Physical Properties of Lanthanides

The lanthanides are part of the periodic table, starting from the element lanthanum to lutetium. The atomic number of the elements starts from number 58 to 71. It is the first series in the periodic table that belongs to rare-earth metals. The magnetic properties of the lanthanides make them an important group of elements to be used in magnets across various industries. These are called the F-block elements and generally consist of a total of 15 elements. The lanthanides are considered rare earth metals due to the rare occurrence of the elements. This article sheds light on various physical properties of lanthanides like density, melting and boiling points and many more. 

Electronic Configuration and oxidation state of Lanthanides 

The common electronic configuration present in the lanthanoids is the 6s2. However, the occupancy of the 4f subshell in the lanthanide is variable depending on its atomic number. Hence, the value of n in the electronic configuration is from 1 to 14 in the increasing atomic number. The most common oxidation state in the lanthanide is +3, which means they can lose electrons to form a stable bond in a chemical reaction. Hence, the oxidation state of the lanthanoid varies from +2 to +4 depending on the element in the group.

Key features of Lanthanides 

• All the elements located in the lanthanide consist of only one valence electron in the 5d shell.

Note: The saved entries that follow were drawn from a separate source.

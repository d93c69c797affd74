//! The analysis-of-means (ANOM) critical value h(alpha, k) for k groups, balanced case,
//! infinite degrees of freedom (known binomial variance).
//!
//! h solves P(max_i |Z_i| <= h) = 1 - alpha where Z is standard k-variate normal with
//! equal correlations rho = -1/(k-1) (the correlation of the k group deviations from the
//! pooled mean). Such a Z is the scaled deviation from the mean of k independent normals,
//! Z_i = sqrt(k/(k-1)) (e_i - mean(e)), so the event is "every e_i lies within
//! c = h sqrt((k-1)/k) of the mean", and
//!
//!   P = sqrt(k / (2 pi)) * integral over y of g(y)^k,  g(y) = int_{-c}^{c} phi(u) cos(u y) du,
//!
//! the density at 0 of a sum of k normals truncated to [-c, c], by Fourier inversion,
//! divided by the N(0, k) density at 0. This is the real form of the complex-integration
//! identity of Soong & Hsu (1997, "Using complex integration to compute multivariate normal
//! probabilities", J. Comput. Graph. Stat. 6(4)). g is evaluated without cancellation as
//! g(y) = exp(-y^2/2) - Re[exp(-c^2/2 + i c y) w((y + i c)/sqrt 2)] with the Faddeeva
//! function w in the upper half-plane (Weideman 1994, "Computation of the complex error
//! function", SIAM J. Numer. Anal. 31(5)).
//!
//! Special cases: k = 2 is the two-sided normal quantile; k = 3 is the probability that a
//! standard bivariate normal falls in a regular hexagon of inradius h,
//! 1 - (6/pi) int_0^{pi/6} exp(-h^2 / (2 cos^2 t)) dt. If the computation ever fails to
//! converge, the Sidak bound Phi^-1(1 - (1 - (1-alpha)^(1/k))/2) is returned and marked
//! [`AnomMethod::SidakBound`]. Results are cached per (alpha, k).

use std::collections::HashMap;
use std::f64::consts::{FRAC_1_SQRT_2, PI, SQRT_2};
use std::sync::{Mutex, OnceLock};

use crate::error::{StatsError, check_open_unit};
use crate::faddeeva::{Complex, faddeeva};
use crate::interval::normal_upper_quantile;

/// How h was obtained.
#[derive(Debug, Clone, Copy, PartialEq, Eq)]
pub enum AnomMethod {
    /// Computed from the exact distribution (numerical integration to ~1e-13).
    Exact,
    /// The Sidak bound (conservative: slightly larger than the exact h); used only when
    /// the exact computation did not converge.
    SidakBound,
}

/// The ANOM critical value and how it was obtained.
#[derive(Debug, Clone, Copy, PartialEq)]
pub struct AnomCritical {
    /// A group is flagged when |z| > h.
    pub h: f64,
    /// Exact, or the Sidak fallback.
    pub method: AnomMethod,
}

/// The ANOM critical value h(alpha, k) for k >= 2 groups (see the module docs).
///
/// ```
/// use dispar_stats::anom::{critical, AnomMethod};
/// // k = 2: the two groups' deviations are mirror images, so h is the normal quantile.
/// let two = critical(0.05, 2)?;
/// assert!((two.h - 1.959_963_984_540_054).abs() < 1e-12);
/// // Larger k: between the single-comparison quantile and the Sidak bound.
/// let ten = critical(0.05, 10)?;
/// assert_eq!(ten.method, AnomMethod::Exact);
/// assert!(ten.h > 1.96 && ten.h < 2.8);
/// # Ok::<(), dispar_stats::StatsError>(())
/// ```
pub fn critical(alpha: f64, k: usize) -> Result<AnomCritical, StatsError> {
    const CACHE_LIMIT: usize = 4096;
    check_open_unit("alpha", alpha)?;
    if k < 2 {
        return Err(StatsError::InvalidParameter {
            name: "k (groups)",
            value: k as f64,
            requirement: "at least 2",
        });
    }
    static CACHE: OnceLock<Mutex<HashMap<(u64, usize), AnomCritical>>> = OnceLock::new();
    let cache = CACHE.get_or_init(|| Mutex::new(HashMap::new()));
    let key = (alpha.to_bits(), k);
    if let Ok(map) = cache.lock()
        && let Some(&hit) = map.get(&key)
    {
        return Ok(hit);
    }
    let result = compute(alpha, k);
    if let Ok(mut map) = cache.lock() {
        // Callers choose alpha freely; a bound keeps the cache from growing with every
        // new value (it is refilled from the common ones in milliseconds).
        if map.len() >= CACHE_LIMIT {
            map.clear();
        }
        map.insert(key, result);
    }
    Ok(result)
}

/// The Sidak bound Phi^-1(1 - (1 - (1 - alpha)^(1/k)) / 2).
pub fn sidak(alpha: f64, k: usize) -> f64 {
    let per_group = -((-alpha).ln_1p() / k as f64).exp_m1();
    normal_upper_quantile(0.5 * per_group)
}

fn compute(alpha: f64, k: usize) -> AnomCritical {
    let sidak_h = sidak(alpha, k);
    if k == 2 {
        return AnomCritical {
            h: normal_upper_quantile(0.5 * alpha),
            method: AnomMethod::Exact,
        };
    }
    let lower = normal_upper_quantile(0.5 * alpha);
    let solved = if k == 3 {
        solve(alpha, lower, sidak_h, hexagon)
    } else {
        solve(alpha, lower, sidak_h, |h| fourier(h, k))
    };
    match solved {
        Some(h) => AnomCritical {
            h,
            method: AnomMethod::Exact,
        },
        None => AnomCritical {
            h: sidak_h,
            method: AnomMethod::SidakBound,
        },
    }
}

/// Solves P(h) = 1 - alpha on [lo, hi] by Newton steps safeguarded with bisection;
/// `prob` returns (P(h), dP/dh). Works with 1 - P to keep digits when alpha is small.
fn solve(alpha: f64, lo: f64, hi: f64, prob: impl Fn(f64) -> (f64, f64)) -> Option<f64> {
    let (mut lo, mut hi) = (lo, hi);
    let mut h = hi;
    for _ in 0..60 {
        let (q, dp) = prob(h); // q = 1 - P(h)
        if !(q.is_finite() && dp.is_finite()) {
            return None;
        }
        let f = alpha - q; // increasing in h
        if f > 0.0 {
            hi = h;
        } else {
            lo = h;
        }
        let mut next = h - f / dp;
        if !(next > lo && next < hi) || dp <= 0.0 {
            next = 0.5 * (lo + hi);
        }
        if (next - h).abs() <= 1e-14 * h {
            return Some(next);
        }
        h = next;
        if hi - lo <= 1e-14 * h {
            return Some(h);
        }
    }
    None
}

/// k = 3: 1 - P(standard bivariate normal in the regular hexagon of inradius h), and dP/dh.
fn hexagon(h: f64) -> (f64, f64) {
    let (nodes, weights) = gauss_legendre();
    let half = PI / 12.0; // the interval [0, pi/6] mapped from [-1, 1]
    let (mut q, mut dp) = (0.0, 0.0);
    for (&x, &w) in nodes.iter().zip(weights) {
        let t = half * (x + 1.0);
        let sec2 = 1.0 / (t.cos() * t.cos());
        let e = (-0.5 * h * h * sec2).exp();
        q += w * e;
        dp += w * h * sec2 * e;
    }
    let scale = 6.0 / PI * half;
    (scale * q, scale * dp)
}

/// k >= 4: 1 - P(max |Z_i| <= h) and dP/dh by the Fourier integral (module docs).
fn fourier(h: f64, k: usize) -> (f64, f64) {
    fourier_eps(h, k, 1e-14)
}

/// [`fourier`] with the truncation tolerance `eps` (relative to the whole integral).
fn fourier_eps(h: f64, k: usize, eps: f64) -> (f64, f64) {
    let kf = k as f64;
    let c = h * ((kf - 1.0) / kf).sqrt();
    let phi_c = (-0.5 * c * c).exp() / (2.0 * PI).sqrt();
    let g0 = erf_of(c);
    // Variance of the normal truncated to [-c, c]; sets the width of the central lobe.
    let var_t = (1.0 - 2.0 * c * phi_c / g0).max(1e-3);
    let sigma = 1.0 / (kf * var_t).sqrt();
    let e_c = (-0.5 * c * c).exp();
    let (nodes, weights) = gauss_legendre();
    let total_scale = (kf / (2.0 * PI)).sqrt() * 2.0;
    // Integral of g^k over [0, inf) is ~ sqrt(2 pi / k) / 2; stop when the rest is below
    // eps of that.
    let target = 0.5 * (2.0 * PI / kf).sqrt();
    let (mut sum, mut dsum) = (0.0f64, 0.0f64);
    let mut y = 0.0f64;
    let lobe = 8.0 * sigma;
    for _ in 0..2_000_000 {
        let width = if y < lobe {
            0.5 * sigma
        } else {
            (4.0 * PI / (kf * c)).min(2.0)
        };
        let (mut part, mut dpart) = (0.0, 0.0);
        for (&x, &w) in nodes.iter().zip(weights) {
            let t = y + 0.5 * width * (x + 1.0);
            let g = g_of(t, c, e_c);
            let gk1 = g.powi(k as i32 - 1);
            part += w * gk1 * g;
            dpart += w * kf * gk1 * 2.0 * phi_c * (c * t).cos();
        }
        sum += 0.5 * width * part;
        dsum += 0.5 * width * dpart;
        y += width;
        if y >= lobe {
            // Bound on |g(t)| for t >= y: exp(-t^2/2) + exp(-c^2/2) |w|, with
            // |w(z)| <= 1 / (sqrt(pi) Im z) and ~ 1/(sqrt(pi) |z|) for large |z|.
            let wbound = (1.1 * SQRT_2 / (PI.sqrt() * y)).min(1.0);
            let b = (-0.5 * y * y).exp() + e_c * wbound;
            let tail = b.powf(kf) * y;
            if tail < eps * target && (0.5 * width * part).abs() < eps * target {
                break;
            }
        }
    }
    let p = total_scale * sum;
    // dP/dh = dP/dc * dc/dh.
    let dp = total_scale * dsum * ((kf - 1.0) / kf).sqrt();
    (1.0 - p, dp)
}

/// erf(c / sqrt 2) = 2 Phi(c) - 1.
fn erf_of(c: f64) -> f64 {
    1.0 - statrs::function::erf::erfc(c * FRAC_1_SQRT_2)
}

/// g(y) = int_{-c}^{c} phi(u) cos(u y) du = exp(-y^2/2) - Re[exp(-c^2/2) e^{icy} w((y+ic)/sqrt 2)].
fn g_of(y: f64, c: f64, e_c: f64) -> f64 {
    let w = faddeeva(Complex {
        re: y * FRAC_1_SQRT_2,
        im: c * FRAC_1_SQRT_2,
    });
    let (s, co) = (c * y).sin_cos();
    let re = co * w.re - s * w.im;
    (-0.5 * y * y).exp() - e_c * re
}

/// 24-point Gauss-Legendre nodes and weights on [-1, 1], by Newton's method on the
/// Legendre polynomial (Golub & Welsch give the same nodes; any standard table agrees).
fn gauss_legendre() -> (&'static [f64], &'static [f64]) {
    const N: usize = 24;
    static GL: OnceLock<([f64; N], [f64; N])> = OnceLock::new();
    let (x, w) = GL.get_or_init(|| {
        let mut x = [0.0; N];
        let mut w = [0.0; N];
        for i in 0..N {
            let mut z = (PI * (i as f64 + 0.75) / (N as f64 + 0.5)).cos();
            let mut dp = 1.0;
            for _ in 0..100 {
                let (mut p0, mut p1) = (1.0, z);
                for j in 2..=N {
                    let jf = j as f64;
                    let p2 = ((2.0 * jf - 1.0) * z * p1 - (jf - 1.0) * p0) / jf;
                    p0 = p1;
                    p1 = p2;
                }
                dp = N as f64 * (z * p1 - p0) / (z * z - 1.0);
                let dz = p1 / dp;
                z -= dz;
                if dz.abs() < 1e-16 {
                    break;
                }
            }
            x[i] = z;
            w[i] = 2.0 / ((1.0 - z * z) * dp * dp);
        }
        (x, w)
    });
    (x, w)
}

#[cfg(test)]
mod tests {
    use super::*;
    use crate::testutil::assert_rel;

    #[test]
    fn k3_by_hexagon_and_by_fourier_agree() {
        // Two independent formulas for the same probability; the Fourier tail for k = 3
        // decays only like 1/y^2, so it is truncated at 1e-12 here.
        for h in [1.8, 2.5, 3.6] {
            let (qh, dh) = hexagon(h);
            let (qf, df) = fourier_eps(h, 3, 1e-12);
            assert_rel(qf, qh, 1e-10, &format!("1 - P at h = {h}"));
            assert_rel(df, dh, 1e-8, &format!("dP/dh at h = {h}"));
        }
    }

    #[test]
    fn h_lies_between_the_normal_quantile_and_sidak_and_approaches_sidak() {
        let mut last_gap = f64::INFINITY;
        for k in [3usize, 4, 5, 10, 20, 50, 100, 1000] {
            let a = critical(0.05, k).expect("valid");
            assert_eq!(a.method, AnomMethod::Exact, "k = {k}");
            let s = sidak(0.05, k);
            assert!(
                a.h > 1.959_963_984_540_054 && a.h < s,
                "k = {k}: {} vs {s}",
                a.h
            );
            // Relative gap to the Sidak bound shrinks as k grows.
            let gap = (s - a.h) / s;
            assert!(gap < last_gap, "k = {k}: gap {gap} vs {last_gap}");
            last_gap = gap;
        }
    }

    #[test]
    fn h_matches_mpmath() {
        // h(alpha, k) from mpmath 1.3.0 at mp.dps = 30 (tools/reference/unit_values.py):
        // k = 3 by the hexagon integral, k = 5 by the Fourier identity with g from mpmath's
        // complex erf (independent of the Weideman w here); findroot to 1e-24.
        for &(alpha, k, h) in MPMATH_H {
            let got = critical(alpha, k).expect("valid");
            assert_rel(got.h, h, 1e-11, &format!("alpha {alpha} k {k}"));
        }
    }

    const MPMATH_H: &[(f64, usize, f64)] = &[
        (0.05, 3, 2.343_700_586_378_408_6),
        (0.01, 3, 2.913_494_337_832_624),
        (0.05, 5, 2.554_780_151_359_460_4),
    ];

    #[test]
    fn bad_arguments_are_errors() {
        assert!(critical(0.05, 1).is_err());
        assert!(critical(0.0, 5).is_err());
        assert!(critical(1.5, 5).is_err());
    }
}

• Lanthanides are rare earth metals that belong to the 5d block of the periodic table. There are a few lanthanides that are formed during the fission of plutonium and uranium.

• The lanthanides have a silvery appearance with a lustre and shine.

• Moreover, the lanthanoids tend to become brittle when they are contaminated with various metals or non-metals.

• The lanthanides show a property called lanthanide contraction, which is the gradual decrease in the size of the element with an increase in the atomic number.

Physical Properties of Lanthanides

There are many physical properties specific to lanthanide, increasing their significance in various industry applications. Below are some properties of lanthanides:

• Magnetic properties 

Lanthanoid shows magnetic behaviour and hence is used for the production of magnets. The magnetic properties and paramagnetism of lanthanoids arise due to the presence of the unpaired electrons in the f-orbital.

1. The magnetic properties of lanthanide are represented by how it interacts with the magnetic field. It shows diamagnetic properties if it repels from the magnetic field. Also, it shows paramagnetic properties when it attracts the magnetic field.

2. The presence of the unpaired electrons leads to the magnetic properties in the lanthanoid. The total magnetic moment is calculated by totalling the orbital angular moment and the spin magnetic moment. 

• Melting and Boiling Points

The lanthanides have a very high melting point. The melting point ranges from 819 °C to 1663 °C but still makes it sensitive to contamination. It is found that irrespective of the high melting point, if it combines with oxygen or nitrogen, it becomes brittle. It has a very high boiling point which ranges from 1200 to 3500 °C. However, there is a particular or clear trend observed in the melting and boiling points starting from Lanthanum to Lutetium.

• Density 

The lanthanides are highly dense, with a density ranging from 6.1 to 9.8 grams per cubic centimetre. As the density increases, the atomic number also increases along with the periodic element in the lanthanoid. The density of the d-block elements (lanthanoids) is greater than the density of the s-block elements.

• Ionisation enthalpy

The ionisation enthalpy for the lanthanide is low, which is almost equal to the alkaline earth metals. The first ionisation enthalpies range from 500 – 600 kJ mol-1, whereas the second ionisation enthalpy for the lanthanide ranges from 1067 – 1200 Kj mol-1.

Formation of complex and other reactivity

• The lanthanides react with many elements to form a compound. For example, the lanthanoid reacts with carbon to form salt carbides, whereas it forms salty hydrides by reacting with hydrogen.

• Lanthanoids form oxides and sulphides on reacting with oxygen and sulphur, respectively.

• Lanthanides are ionic.

• The lanthanoids do not form many complexes due to the large size of tripositive lanthanide cations reducing electrostatic attraction and hence complex formation. 

• The high density of lanthanoids makes it a suitable element for the formation of alloys.

Use and applications of Lanthanides 

• The alloy of lanthanoids is used in metallurgical applications because it is mostly utilised as a reducing agent.

• Due to the magnetic properties of lanthanides, they are used in the production of magnets and electronic applications.

• They are used in ceramic applications. Ce(III) and Ce(IV) are used in the production of glass polishing powder. 

• The lanthanide elements are used in the development of nuclear control devices, fluxing devices, and shielding devices.

Conclusion 

The lanthanoid belongs to the d-group of the periodic table and rare earth metals. Some of the important physical properties include magnetic properties, high melting and boiling point, high density, and capacity to form complexes with other elements. The lanthanides are a series of elements that starts from lanthanum with an atomic number of 58 to lutetium with an atomic number of 71. The oxidation state of the lanthanoid ranges from +2 to +4. Due to its physical properties, it is used across various industries like ceramics, electronics, nuclear etc.